Instructions to follow
Provide the entries once more, identical in every word.

--- Record excerpts Enclosed Below ---

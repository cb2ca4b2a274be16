package validation

import (
	"encoding/csv"
	"encoding/json"
	"fmt"
	"io/fs"
	"math"
	"strconv"
	"strings"

	"limitary/testdata"
)

// table is a CSV file read by its header.
type table struct {
	name    string
	columns map[string]int
	rows    [][]string
}

func readTable(name string) (table, error) {
	file, err := testdata.Files.Open(name)
	if err != nil {
		return table{}, err
	}
	defer file.Close()
	rows, err := csv.NewReader(file).ReadAll()
	if err != nil {
		return table{}, fmt.Errorf("%s: %w", name, err)
	}
	if len(rows) < 2 {
		return table{}, fmt.Errorf("%s: no rows", name)
	}
	t := table{name, map[string]int{}, rows[1:]}
	for i, column := range rows[0] {
		t.columns[column] = i
	}
	return t, nil
}

func (t table) text(row int, column string) (string, error) {
	i, ok := t.columns[column]
	if !ok {
		return "", fmt.Errorf("%s: no column %q", t.name, column)
	}
	return t.rows[row][i], nil
}

func (t table) number(row int, column string) (float64, error) {
	text, err := t.text(row, column)
	if err != nil {
		return 0, err
	}
	x, err := strconv.ParseFloat(text, 64)
	if err != nil {
		return 0, fmt.Errorf("%s, row %d, column %s: %w", t.name, row+1, column, err)
	}
	return x, nil
}

func readJSON(name string, into any) error {
	raw, err := fs.ReadFile(testdata.Files, name)
	if err != nil {
		return err
	}
	if err := json.Unmarshal(raw, into); err != nil {
		return fmt.Errorf("%s: %w", name, err)
	}
	return nil
}

// figure is a number as printed.
type figure struct {
	value float64
	// unit is one unit of the last printed digit.
	unit float64
}

func parseFigure(text string) (figure, error) {
	value, err := strconv.ParseFloat(text, 64)
	if err != nil {
		return figure{}, err
	}
	_, decimals, _ := strings.Cut(text, ".")
	return figure{value, math.Pow10(-len(decimals))}, nil
}

// binarySlack widens a decimal tolerance by what its float64 form may be off.
const binarySlack = 1 + 1e-9

// halfUnit is the largest error that rounding to the printed digits makes.
func (f figure) halfUnit() float64 { return f.unit / 2 * binarySlack }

--- End of Enclosed Record excerpts ---

Output of the task
repository cb2ca4b2a274be16
package validation

import (
	"encoding/csv"
	"encoding/json"
	"fmt"
	"io/fs"
	"math"
	"strconv"
	"strings"

	"limitary/testdata"
)

// table is a CSV file read by its header.
type table struct {
	name    string
	columns map[string]int
	rows    [][]string
}

func readTable(name string) (table, error) {
	file, err := testdata.Files.Open(name)
	if err != nil {
		return table{}, err
	}
	defer file.Close()
	rows, err := csv.NewReader(file).ReadAll()
	if err != nil {
		return table{}, fmt.Errorf("%s: %w", name, err)
	}
	if len(rows) < 2 {
		return table{}, fmt.Errorf("%s: no rows", name)
	}
	t := table{name, map[string]int{}, rows[1:]}
	for i, column := range rows[0] {
		t.columns[column] = i
	}
	return t, nil
}

func (t table) text(row int, column string) (string, error) {
	i, ok := t.columns[column]
	if !ok {
		return "", fmt.Errorf("%s: no column %q", t.name, column)
	}
	return t.rows[row][i], nil
}

func (t table) number(row int, column string) (float64, error) {
	text, err := t.text(row, column)
	if err != nil {
		return 0, err
	}
	x, err := strconv.ParseFloat(text, 64)
	if err != nil {
		return 0, fmt.Errorf("%s, row %d, column %s: %w", t.name, row+1, column, err)
	}
	return x, nil
}

func readJSON(name string, into any) error {
	raw, err := fs.ReadFile(testdata.Files, name)
	if err != nil {
		return err
	}
	if err := json.Unmarshal(raw, into); err != nil {
		return fmt.Errorf("%s: %w", name, err)
	}
	return nil
}

// figure is a number as printed.
type figure struct {
	value float64
	// unit is one unit of the last printed digit.
	unit float64
}

func parseFigure(text string) (figure, error) {
	value, err := strconv.ParseFloat(text, 64)
	if err != nil {
		return figure{}, err
	}
	_, decimals, _ := strings.Cut(text, ".")
	return figure{value, math.Pow10(-len(decimals))}, nil
}

// binarySlack widens a decimal tolerance by what its float64 form may be off.
const binarySlack = 1 + 1e-9

// halfUnit is the largest error that rounding to the printed digits makes.
func (f figure) halfUnit() float64 { return f.unit / 2 * binarySlack }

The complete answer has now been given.